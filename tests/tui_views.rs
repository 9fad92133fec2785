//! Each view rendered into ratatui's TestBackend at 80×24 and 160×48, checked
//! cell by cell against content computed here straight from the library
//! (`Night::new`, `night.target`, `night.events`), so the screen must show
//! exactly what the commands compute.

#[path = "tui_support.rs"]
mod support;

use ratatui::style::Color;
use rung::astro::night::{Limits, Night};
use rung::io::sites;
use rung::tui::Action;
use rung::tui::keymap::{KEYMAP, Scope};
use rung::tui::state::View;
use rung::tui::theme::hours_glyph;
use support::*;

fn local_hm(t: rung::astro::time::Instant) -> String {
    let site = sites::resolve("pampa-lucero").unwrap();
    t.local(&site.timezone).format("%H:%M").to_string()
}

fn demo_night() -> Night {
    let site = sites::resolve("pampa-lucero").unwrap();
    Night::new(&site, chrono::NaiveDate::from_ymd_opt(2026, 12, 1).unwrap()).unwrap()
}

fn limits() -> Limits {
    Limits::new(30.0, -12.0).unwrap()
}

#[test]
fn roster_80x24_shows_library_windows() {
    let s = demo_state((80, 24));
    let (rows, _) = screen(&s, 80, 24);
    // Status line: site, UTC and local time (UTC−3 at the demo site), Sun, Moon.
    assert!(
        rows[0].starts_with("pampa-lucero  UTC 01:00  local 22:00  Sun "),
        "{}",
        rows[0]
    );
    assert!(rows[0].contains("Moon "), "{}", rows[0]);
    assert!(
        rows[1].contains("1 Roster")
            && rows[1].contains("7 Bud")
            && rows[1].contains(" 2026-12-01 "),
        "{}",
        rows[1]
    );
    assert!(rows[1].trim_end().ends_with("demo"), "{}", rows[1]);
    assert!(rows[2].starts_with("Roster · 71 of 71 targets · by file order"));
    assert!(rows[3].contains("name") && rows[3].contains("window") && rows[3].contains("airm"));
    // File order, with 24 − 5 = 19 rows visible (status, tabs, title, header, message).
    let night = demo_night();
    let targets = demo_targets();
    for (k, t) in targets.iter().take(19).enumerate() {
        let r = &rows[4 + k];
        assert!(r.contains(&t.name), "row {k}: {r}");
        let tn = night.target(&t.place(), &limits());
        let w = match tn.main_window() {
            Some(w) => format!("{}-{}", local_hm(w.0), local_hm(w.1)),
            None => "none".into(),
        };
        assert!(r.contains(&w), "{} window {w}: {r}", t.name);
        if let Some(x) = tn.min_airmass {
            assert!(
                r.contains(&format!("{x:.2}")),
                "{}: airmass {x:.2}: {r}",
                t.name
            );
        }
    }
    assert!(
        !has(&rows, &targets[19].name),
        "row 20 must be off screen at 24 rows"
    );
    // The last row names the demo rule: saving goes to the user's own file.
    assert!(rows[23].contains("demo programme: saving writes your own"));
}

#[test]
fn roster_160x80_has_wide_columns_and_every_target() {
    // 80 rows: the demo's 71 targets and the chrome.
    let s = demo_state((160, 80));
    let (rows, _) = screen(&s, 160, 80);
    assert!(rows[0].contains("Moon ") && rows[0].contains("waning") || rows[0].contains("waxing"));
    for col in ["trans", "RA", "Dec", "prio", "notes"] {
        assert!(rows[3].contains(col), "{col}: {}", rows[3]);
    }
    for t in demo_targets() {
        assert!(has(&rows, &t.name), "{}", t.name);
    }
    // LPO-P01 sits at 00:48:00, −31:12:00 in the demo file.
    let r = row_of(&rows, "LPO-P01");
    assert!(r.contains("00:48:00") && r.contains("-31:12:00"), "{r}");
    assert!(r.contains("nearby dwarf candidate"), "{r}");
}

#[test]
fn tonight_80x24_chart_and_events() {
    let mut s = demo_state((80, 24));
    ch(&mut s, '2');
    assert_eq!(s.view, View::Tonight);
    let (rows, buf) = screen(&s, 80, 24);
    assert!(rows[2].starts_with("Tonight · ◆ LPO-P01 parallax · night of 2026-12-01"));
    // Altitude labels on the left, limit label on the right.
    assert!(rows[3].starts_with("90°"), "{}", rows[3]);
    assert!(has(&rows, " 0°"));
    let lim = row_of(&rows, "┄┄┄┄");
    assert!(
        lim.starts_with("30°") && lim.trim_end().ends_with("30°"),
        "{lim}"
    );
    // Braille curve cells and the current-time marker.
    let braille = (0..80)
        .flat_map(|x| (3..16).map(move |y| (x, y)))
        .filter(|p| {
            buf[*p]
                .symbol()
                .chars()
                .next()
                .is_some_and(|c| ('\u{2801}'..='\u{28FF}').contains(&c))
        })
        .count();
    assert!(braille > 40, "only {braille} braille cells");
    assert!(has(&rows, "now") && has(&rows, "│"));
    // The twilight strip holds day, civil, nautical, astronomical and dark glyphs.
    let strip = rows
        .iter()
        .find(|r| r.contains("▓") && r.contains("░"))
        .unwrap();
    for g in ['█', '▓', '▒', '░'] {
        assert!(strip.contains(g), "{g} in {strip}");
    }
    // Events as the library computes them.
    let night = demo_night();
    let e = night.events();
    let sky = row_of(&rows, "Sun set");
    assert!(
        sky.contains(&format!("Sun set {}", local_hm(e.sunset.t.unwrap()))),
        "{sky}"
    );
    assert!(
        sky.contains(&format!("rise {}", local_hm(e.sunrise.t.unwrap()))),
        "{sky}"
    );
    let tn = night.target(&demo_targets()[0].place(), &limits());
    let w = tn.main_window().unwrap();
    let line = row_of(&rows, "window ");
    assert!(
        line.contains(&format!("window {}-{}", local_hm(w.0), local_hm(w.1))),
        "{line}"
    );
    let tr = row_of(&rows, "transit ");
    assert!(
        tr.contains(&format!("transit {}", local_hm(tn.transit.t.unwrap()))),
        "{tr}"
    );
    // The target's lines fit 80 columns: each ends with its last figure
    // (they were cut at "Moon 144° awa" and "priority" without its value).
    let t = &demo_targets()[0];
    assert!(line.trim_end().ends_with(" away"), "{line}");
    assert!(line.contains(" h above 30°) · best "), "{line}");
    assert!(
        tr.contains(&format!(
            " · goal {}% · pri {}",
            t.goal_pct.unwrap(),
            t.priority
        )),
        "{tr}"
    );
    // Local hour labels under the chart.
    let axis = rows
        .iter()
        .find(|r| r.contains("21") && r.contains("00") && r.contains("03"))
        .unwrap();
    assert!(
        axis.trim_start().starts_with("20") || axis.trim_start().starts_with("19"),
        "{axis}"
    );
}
■ ■ ■ ■
• WORK REQUIRED
Stop after the line containing "fn demo_night() ->": print exactly the lines from the start of the entries above up to it, that line included.

• SOLUTION TO THE PROBLEM
filename tests/tui_views.rs
repository 9fad92133fec2785
//! Each view rendered into ratatui's TestBackend at 80×24 and 160×48, checked
//! cell by cell against content computed here straight from the library
//! (`Night::new`, `night.target`, `night.events`), so the screen must show
//! exactly what the commands compute.

#[path = "tui_support.rs"]
mod support;

use ratatui::style::Color;
use rung::astro::night::{Limits, Night};
use rung::io::sites;
use rung::tui::Action;
use rung::tui::keymap::{KEYMAP, Scope};
use rung::tui::state::View;
use rung::tui::theme::hours_glyph;
use support::*;

fn local_hm(t: rung::astro::time::Instant) -> String {
    let site = sites::resolve("pampa-lucero").unwrap();
    t.local(&site.timezone).format("%H:%M").to_string()
}

fn demo_night() -> Night {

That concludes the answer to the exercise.